One reason why Trump’s team has had a hard time articulating concrete trade demands is that it is hard to construct a trade agenda with China that clearly would move the needle on the trade balance. The business community’s big ask—lifting the set of restrictions that limit their ability to invest in China without transferring technology to joint venture partners and potential competitors—might make China a more attractive export base. And the most obviously trade ask—ending Chinese subsidies for a Boeing competitor that ultimately threatens the biggest U.S export sector—is a non-starter. 

The second reason is more subtle. So long as China’s Asian neighbors can offset the effect of China’s own trade restrictions with an undervalued currency, they have less incentive to join the United States in pushing China to end its restrictive policies (high tariffs, buy China preferences, JV requirements, and more subtle forms of preference that tilt China’s domestic market toward goods made in China by Chinese firms). Korea and Japan, for example, export far more cars to the United States than they do to China, even though China is both closer and a much larger automotive market. A weak currency lets them offset the effect of China’s fairly closed (except to JVs who produce in China) auto market with global exports—and reduces their political incentives to fight with China over access for their exports to China’s huge auto market.
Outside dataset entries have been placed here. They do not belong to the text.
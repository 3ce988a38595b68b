"""The ruler beside a drawing: the measured value as a diamond, the limits as named ticks, the reach beyond a fail limit as a thick band."""

from __future__ import annotations

from collections.abc import Mapping

from markupsafe import Markup

from flows.reports.figures import Data, Scale, element, finite, label, line, scale_over, spread
from flows.reports.wording import is_number, number, quantity, unit_words

_SIGNS = {
    "suspect_above": "suspect above",
    "fail_above": "fail above",
    "suspect_below": "suspect below",
    "fail_below": "fail below",
}
_SHORT = {name: words.replace("above", ">").replace("below", "<") for name, words in _SIGNS.items()}


def limits_of(finding: Data) -> dict[str, float]:
    """Return the limits to draw, by name: all declared ones where the finding carries ``limits``, else the one it crossed."""
    declared = finding.get("limits")
    if isinstance(declared, Mapping):
        known = {name: float(declared[name]) for name in _SIGNS if is_number(declared.get(name))}
        if known:
            return known
    limit, value = finding.get("limit"), finding.get("value")
    if not is_number(limit):
        return {}
    word = "fail" if finding.get("verdict") == "fail" else "suspect"
    side = "below" if is_number(value) and value < limit else "above"
    return {f"{word}_{side}": limit}


def ruler_words(finding: Data) -> str:
    """Return in words what a ruler shows."""
    limits = limits_of(finding)
    unit = finding.get("unit")
    told = [f"{_SIGNS[name]} {quantity(value, unit)}" for name, value in limits.items()]
    return f"Measured {quantity(finding.get('value'), unit)}" + (f"; {', '.join(told)}." if told else ".")


def ruler(finding: Data, left: float, top: float, height: float) -> Markup:
    """Return an upright ruler with its axis at ``left``: about 140 px wide, ``height`` px high."""
    limits = limits_of(finding)
    scale = _scale(finding, limits, top + height - 8, top + 26)
    parts = [label(left - 6, top + 13, _head(finding), class_="label quiet"), *_bands(limits, scale, left, upright=True)]
    value = finding.get("value")
    entries = [(number_, name) for name, number_ in limits.items()]
    if is_number(value):
        entries.append((value, "value"))
    places = spread([scale.at(number_) for number_, _ in entries], 17, top + 24, top + height - 2)
    for (number_, name), place in zip(entries, places, strict=True):
        spot = scale.at(number_)
        parts.append(element("path", d=f"M{left + 8:.1f} {spot:.1f}L{left + 17:.1f} {place:.1f}", class_="leader"))
        if name == "value":
            parts.append(_diamond(left, spot))
            parts.append(label(left + 20, place + 5, number(number_), class_="label value"))
        else:
            parts.append(line((left - 8, spot), (left + 8, spot), f"tick {name.split('_')[0]}"))
            parts.append(label(left + 20, place + 4, f"{_SHORT[name]} {number(number_)}"))
    return Markup("").join(parts)


def flat_ruler(finding: Data, width: float) -> Markup:
    """Return a lying ruler, 84 px high: the value's name above the axis, the limits' names below it."""
    limits = limits_of(finding)
    axis = 38.0
    scale = _scale(finding, limits, 14, width - 14)
    parts = [line((4, axis), (width - 4, axis), "axis"), *_bands(limits, scale, axis, upright=False)]
    names = [f"{_SIGNS[name]} {quantity(value, finding.get('unit'))}" for name, value in limits.items()]
    half = max((len(name) for name in names), default=0) * 3.2
    places = spread([scale.at(value) for value in limits.values()], 2 * half + 10, half, width - half)
    for name, words, place in zip(limits, names, places, strict=True):
        spot = scale.at(limits[name])
        parts.append(line((spot, axis - 8), (spot, axis + 8), f"tick {name.split('_')[0]}"))
        parts.append(element("path", d=f"M{spot:.1f} {axis + 8:.1f}L{place:.1f} {axis + 20:.1f}", class_="leader"))
        parts.append(label(place, axis + 33, words, anchor="middle"))
    value = finding.get("value")
    if is_number(value):
        spot = scale.at(value)
        parts.append(_diamond(spot, axis))
        words = quantity(value, finding.get("unit"))
        side = "end" if spot > width * 0.8 else "start" if spot < width * 0.2 else "middle"
        parts.append(label(spot, axis - 14, words, anchor=side, class_="label value"))
    return Markup("").join(parts)


def _head(finding: Data) -> str:
    unit = unit_words(finding.get("unit"))
    return f"in {unit}" if unit and not unit.startswith("per ") else unit or "measured"


def _scale(finding: Data, limits: Mapping[str, float], start: float, end: float) -> Scale:
    values = finite([*limits.values(), finding.get("value")])
    if values and 0 < min(values) < 0.8 * max(values):
        values.append(0.0)
    return scale_over(values, start, end, room=0.12)


def _diamond(x: float, y: float) -> Markup:
    return element("path", d=f"M{x:.1f} {y - 7:.1f}L{x + 7:.1f} {y:.1f}L{x:.1f} {y + 7:.1f}L{x - 7:.1f} {y:.1f}Z", class_="diamond")


def _bands(limits: Mapping[str, float], scale: Scale, axis: float, *, upright: bool) -> list[Markup]:
    """Return the axis, with a thin band from a suspect limit outward and a thick one from a fail limit outward."""
    parts = [line((axis, scale.start_px), (axis, scale.end_px), "axis")] if upright else []
    for name, limit in sorted(limits.items(), key=lambda item: item[0].startswith("fail")):
        outer = scale.end_px if name.endswith("above") else scale.start_px
        near, far = sorted((scale.at(limit), outer))
        thick = 7.0 if name.startswith("fail") else 3.0
        box = {"x": axis - thick / 2, "y": near, "width": thick, "height": far - near}
        if not upright:
            box = {"x": near, "y": axis - thick / 2, "width": far - near, "height": thick}
        parts.append(element("rect", class_=f"band {name.split('_')[0]}", **box))
    return parts
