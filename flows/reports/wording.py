"""Numbers, units, counts and instants as a reader meets them on a page; the same value always gives the same words."""

from __future__ import annotations

import math
from collections.abc import Iterable, Sequence
from datetime import UTC, datetime
from typing import TypeGuard

MISSING = "\u2013"
_PLURALS = {"index": "indices", "analysis": "analyses"}
_CHECK_WORDS = {"dpdt": "dP/dt", "edp": "EDP", "edv": "EDV"}
_HIDDEN = (
    range(9),
    (11, 12),
    range(14, 32),
    range(127, 160),
    range(0x200B, 0x2010),
    range(0x202A, 0x202F),
    range(0x2066, 0x206A),
    range(0xD800, 0xE000),
)
CONTROL = {code: f"\\u{code:04x}" for codes in _HIDDEN for code in codes}
"""Characters that hide or turn round the text beside them, or cannot be written as UTF-8, and what stands on the page instead."""


def is_number(value: object) -> TypeGuard[float]:
    """Return whether ``value`` is a finite number (None, NaN and text are not)."""
    return isinstance(value, int | float) and not isinstance(value, bool) and math.isfinite(value)


def number(value: object, digits: int = 3) -> str:
    """Return a number with ``digits`` significant digits and no exponent, a true minus sign, or a dash where it is missing."""
    if not is_number(value):
        return MISSING
    if value == 0:
        return "0"
    places = max(digits - 1 - math.floor(math.log10(abs(value))), 0)
    text = f"{value:.{min(places, 9)}f}"
    if "." in text:
        text = text.rstrip("0").rstrip(".")
    return "0" if text == "-0" else text.replace("-", "\u2212")


def unit_words(unit: object) -> str:
    """Return a UCUM unit as it is read aloud on paper: ``mm[Hg]/mL`` gives ``mmHg/mL``, the unit one gives nothing."""
    text = str(unit or "")
    if text == "1":
        return ""
    text = text.replace("[", "").replace("]", "").replace("{", "").replace("}", "").replace("H2O", "H\u2082O").replace(".", "\u00b7")
    return f"per {text[1:]}" if text.startswith("/") else text


def quantity(value: object, unit: object = "1", digits: int = 3) -> str:
    """Return a number with its unit."""
    words = unit_words(unit)
    return f"{number(value, digits)} {words}" if words and is_number(value) else number(value, digits)


def counted(count: int, noun: str) -> str:
    """Return ``1 beat``, ``2 beats``, ``3 indices``."""
    return f"{count} {noun if count == 1 else _PLURALS.get(noun, noun + 's')}"


def listing(items: Sequence[str], most: int = 6) -> str:
    """Return ``a, b and c``; beyond ``most`` items the rest is only counted."""
    shown = list(items)
    if len(shown) > most:
        return f"{', '.join(shown[: most - 1])} and {len(shown) - most + 1} more"
    return " and ".join(part for part in (", ".join(shown[:-1]), *shown[-1:]) if part)


def number_ranges(numbers: Iterable[int], most: int = 8) -> str:
    """Return whole numbers with neighbours drawn together: ``3-5, 9`` (true dash); what is beyond ``most`` pieces is counted."""
    pieces: list[list[int]] = []
    for item in sorted(set(numbers)):
        if pieces and item == pieces[-1][-1] + 1:
            pieces[-1].append(item)
        else:
            pieces.append([item])
    words = [str(piece[0]) if len(piece) == 1 else f"{piece[0]}\u2013{piece[-1]}" for piece in pieces]
    left_out = sum(len(piece) for piece in pieces[most:])
    return ", ".join(words[:most]) + (f" and {left_out} more" if left_out else "")


def instant(value: object) -> str:
    """Return a clock time in UTC to the minute; text that is no time comes back as it is, nothing gives a dash."""
    if value is None:
        return MISSING
    if isinstance(value, str):
        try:
            return instant(datetime.fromisoformat(value))
        except ValueError:
            return value or MISSING
    if not isinstance(value, datetime):
        return str(value)
    moment = value.astimezone(UTC) if value.tzinfo else value
    return f"{moment:%Y-%m-%d %H:%M} UTC"


def letter(position: int) -> str:
    """Return A, B, ... Z, AA, AB, ... for 0, 1, 2, ..."""
    name = ""
    position += 1
    while position:
        position, rest = divmod(position - 1, 26)
        name = chr(ord("A") + rest) + name
    return name


def split_reasons(reasons: object) -> tuple[str, ...]:
    """Return the check names of a ``reasons`` column (joined by semicolons, or already a sequence)."""
    if reasons is None:
        return ()
    parts = reasons.split(";") if isinstance(reasons, str) else [str(part) for part in reasons] if isinstance(reasons, Sequence) else []
    return tuple(part.strip() for part in parts if part.strip())


def sentence(text: object) -> str:
    """Return text that begins with a capital letter and ends in a full stop; nothing stays nothing."""
    words = str(text or "").strip()
    if not words:
        return ""
    return words[0].upper() + words[1:] + ("" if words[-1] in ".!?" else ".")


def title_from_name(check: str) -> str:
    """Return a readable title for a check whose card gave none: ``range-edv`` gives ``Range EDV``."""
    words = [_CHECK_WORDS.get(word, word) for word in check.replace("_", "-").split("-")]
    text = " ".join(words)
    return text[:1].upper() + text[1:]


def visible(value: object) -> object:
    """Return what a page prints for a value: a dash for None, control and direction marks spelled out."""
    if value is None:
        return MISSING
    if type(value) is str:
        return value.translate(CONTROL)
    return value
Basically, so long as these countries can tap U.S. demand for manufactures thanks to an undervalued currency, they don’t have an incentive to adjust their domestic policies that hold demand down (thin social safety nets) or to push China to get access to China’s heavily restricted domestic market for manufactures.

Rather than being viewed as an alternative to confronting China successfully on its trade practices, I view addressing Asia’s currency practices as a precondition for getting more Asian allies—and more effective Asian allies—against China’s most egregious trade practices. Right now it is still easier to offset the export effect of China’s trade restrictions with an undervalued currency than to confront China directly…

 

* Much of the appreciation of China’s currency from mid-2005 to mid-2008 came in the last twelve months, as the yuan appreciated by around 10 percent from mid-2007 to mid-2008.
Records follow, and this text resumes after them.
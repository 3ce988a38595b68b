"""How sure a value is: its intervals on one axis of per cent around the value, so that indices of any unit can be compared."""

from __future__ import annotations

from typing import TYPE_CHECKING

from flows.reports.figures import Data, Scale, element, figure, label, line
from flows.reports.wording import is_number, number

if TYPE_CHECKING:
    from markupsafe import Markup

SIZE = (132, 22)
REACH_PERCENT = 50.0


def interval_figure(row: Data, name: str) -> Markup | None:
    """Return the interval of one index row: thin for everything, thick for the fit alone, a dot for the value.

    Where only the fit has an interval, that one is drawn.

    An interval that leaves the axis ends in an arrow head. None without a value, without an interval, or where the value is so near
    to zero against its interval that per cent of it say nothing.
    """
    value, low, high = row.get("value"), row.get("ci_low"), row.get("ci_high")
    if not (is_number(low) and is_number(high)):
        low, high = row.get("fit_ci_low"), row.get("fit_ci_high")
    if not (is_number(value) and is_number(low) and is_number(high)) or value == 0 or abs(value) < 0.2 * (high - low):
        return None
    axis, middle = Scale(-REACH_PERCENT, REACH_PERCENT, 8, SIZE[0] - 8), SIZE[1] / 2
    percents = sorted(100 * (bound - value) / value for bound in (low, high))
    parts = [line((axis.at(0), 2), (axis.at(0), SIZE[1] - 2), "tick-line"), *_bar(axis, percents, middle, "reach")]
    fit = [row.get("fit_ci_low"), row.get("fit_ci_high")]
    if is_number(fit[0]) and is_number(fit[1]):
        parts += _bar(axis, sorted(100 * (bound - value) / value for bound in fit if is_number(bound)), middle, "reach fit-reach")
    parts.append(element("circle", cx=axis.at(0), cy=middle, r=3.5, class_="dot"))
    words = f"From {number(percents[0], 2)} to {number(percents[1], 2)} per cent of the value."
    return figure(name, f"Interval of {row.get('index')}", words, SIZE, *parts)


def interval_axis() -> Markup:
    """Return the head of the column: the axis the intervals share."""
    axis = Scale(-REACH_PERCENT, REACH_PERCENT, 8, SIZE[0] - 8)
    reach = f"{REACH_PERCENT:.0f} %"
    parts = [
        label(axis.at(-REACH_PERCENT) - 8, 13, f"\u2212{reach}", class_="label quiet"),
        label(axis.at(0), 13, "value", anchor="middle", class_="label quiet"),
        label(axis.at(REACH_PERCENT) + 8, 13, f"+{reach}", anchor="end", class_="label quiet"),
    ]
    return element("svg", *parts, width=SIZE[0], height=18, viewBox=f"0 0 {SIZE[0]} 18", aria_hidden="true")


def _bar(axis: Scale, percents: list[float], middle: float, class_: str) -> list[Markup]:
    low, high = (min(max(bound, -REACH_PERCENT), REACH_PERCENT) for bound in percents)
    parts = [line((axis.at(low), middle), (axis.at(high), middle), class_)]
    for bound, way in ((percents[0], -1), (percents[1], 1)):
        if abs(bound) > REACH_PERCENT and "fit" not in class_:
            tip = axis.at(way * REACH_PERCENT) + way * 5
            parts.append(element("path", d=f"M{tip:.1f} {middle:.1f}l{-way * 7} -5v10Z", class_="arrow"))
    return parts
** A significant part of China’s adjustment over time has come the old-fashioned way, by changing how the current account is measured. China started adding in reinvested profits to the income line (technically the right thing to do, as reinvested earnings are technically a debit on the current account and a credit in the financial account)—that cut its surplus by about a percent of GDP (some of those notional profits though go to the Hong Kong parents of Chinese firms). And then it started using a method for counting its tourism imports that clearly over-counts.
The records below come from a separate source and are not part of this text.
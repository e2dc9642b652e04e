"""Heat carriers and the standard atmosphere against published tables."""

from __future__ import annotations

import math
from itertools import pairwise

import pytest

from commission.errors import InputError
from commission.properties import PropertyRangeError, barometric_pressure, liquid


@pytest.mark.parametrize(
    ("celsius", "density", "cp"),
    [(4, 1000.0, 4205), (20, 998.2, 4184), (40, 992.2, 4179), (60, 983.2, 4185), (80, 971.8, 4197)],
)
def test_water_agrees_with_steam_tables(celsius: float, density: float, cp: float) -> None:
    """IAPWS tables at atmospheric pressure, from memory; the circuit's 3 bar adds 0.1 kg/m3."""
    water = liquid("water")
    assert water.density(celsius + 273.15) == pytest.approx(density, abs=0.25)
    assert water.specific_heat(celsius + 273.15) == pytest.approx(cp, abs=4)


@pytest.mark.parametrize(
    ("medium", "fraction", "celsius"),
    [
        ("ethylene glycol", 0.1, -3.2),
        ("ethylene glycol", 0.2, -7.8),
        ("ethylene glycol", 0.3, -14.1),
        ("ethylene glycol", 0.4, -22.3),
        ("ethylene glycol", 0.5, -33.8),
        ("propylene glycol", 0.1, -3.3),
        ("propylene glycol", 0.2, -7.1),
        ("propylene glycol", 0.3, -12.7),
        ("propylene glycol", 0.4, -21.1),
        ("propylene glycol", 0.5, -33.5),
    ],
)
def test_freezing_points_agree_with_the_handbook(medium: str, fraction: float, celsius: float) -> None:
    """ASHRAE Handbook Fundamentals, chapter on secondary coolants, by mass, from memory; measurements scatter, 2.3 K
    apart at 50 % ethylene glycol, so a brine is not to be run within 3 K of it."""
    tolerance = 1.0 if fraction < 0.4 else 2.3
    assert liquid(medium, fraction).freezing_temperature - 273.15 == pytest.approx(celsius, abs=tolerance)


def test_more_glycol_carries_less_heat_per_kg_and_freezes_later() -> None:
    """Trends: with the mass fraction density rises, specific heat and freezing point fall, viscosity rises."""
    for medium in ("propylene glycol", "ethylene glycol"):
        steps = [liquid(medium, f / 10) for f in range(7)]
        assert all(a.density(293.15) < b.density(293.15) for a, b in pairwise(steps))
        assert all(a.specific_heat(293.15) > b.specific_heat(293.15) for a, b in pairwise(steps))
        assert all(a.freezing_temperature > b.freezing_temperature for a, b in pairwise(steps))
        assert all(a.viscosity(293.15) < b.viscosity(293.15) for a, b in pairwise(steps))
        assert all(a.conductivity(293.15) > b.conductivity(293.15) for a, b in pairwise(steps))


def test_a_liquid_is_refused_outside_its_range_with_the_limits() -> None:
    """Below freezing, too hot, and a mass fraction that cannot be."""
    brine = liquid("propylene glycol", 0.3)
    with pytest.raises(PropertyRangeError) as caught:
        brine.density(255.0)
    assert "-18.1 °C is outside -12.8 °C (freezing) to 100.0 °C" in str(caught.value)
    assert caught.value.substance == "propylene glycol 30 % by mass"
    with pytest.raises(PropertyRangeError, match=r"0\.0 °C \(freezing\)"):
        liquid("water").specific_heat(272.0)
    with pytest.raises(PropertyRangeError, match="nan"):
        liquid("water").density(math.nan)
    with pytest.raises(PropertyRangeError, match=r"70\.0 % is outside 0 % to 60 %"):
        liquid("ethylene glycol", 0.7)
    with pytest.raises(PropertyRangeError, match=r"10\.0 % is outside 0 % to 0 %"):
        liquid("water", 0.1)


def test_an_unknown_liquid_names_the_nearest() -> None:
    """A slip of the pen is answered with the word meant."""
    with pytest.raises(InputError) as caught:
        liquid("propylen glycol", 0.3)
    (problem,) = caught.value.problems
    assert (problem.value, problem.nearest) == ("propylen glycol", "propylene glycol")


@pytest.mark.parametrize(
    ("metres", "kpa"),
    [(-500, 107.478), (0, 101.325), (500, 95.461), (1000, 89.875), (1500, 84.556), (2000, 79.495), (3000, 70.108)],
)
def test_standard_atmosphere(metres: float, kpa: float) -> None:
    """ASHRAE Handbook Fundamentals 2017, chapter 1, table 1 (ISO 2533), from memory."""
    assert barometric_pressure(metres) == pytest.approx(kpa * 1e3, abs=1.5)


def test_no_atmosphere_outside_the_layer() -> None:
    """Nothing is extrapolated above 11 km or for a height that is not a number."""
    for height in (11001.0, -2001.0, math.nan):
        with pytest.raises(PropertyRangeError, match="outside -2000 m to 11000 m"):
            barometric_pressure(height)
*** The administration’s language on China seems to be to be laying the groundwork for a future finding of manipulation even if China is selling its reserves (and resisting depreciation pressure) on the grounds that China isn’t intervening symmetrically, and has acted with more force to resist appreciation than it has to resist depreciation. I am not sure that will fly—the administration is basically hoping China resists the depreciation pressure that the United States would create should it continue to expand the scope of the new tariffs, and threatening China with additional trade action if it doesn’t resist depreciation as forcefully as it resisted appreciation in the past. There is also a broader symmetry problem: many Asian economies other than China have a long history of intervening asymmetrically and logically should be dinged before China.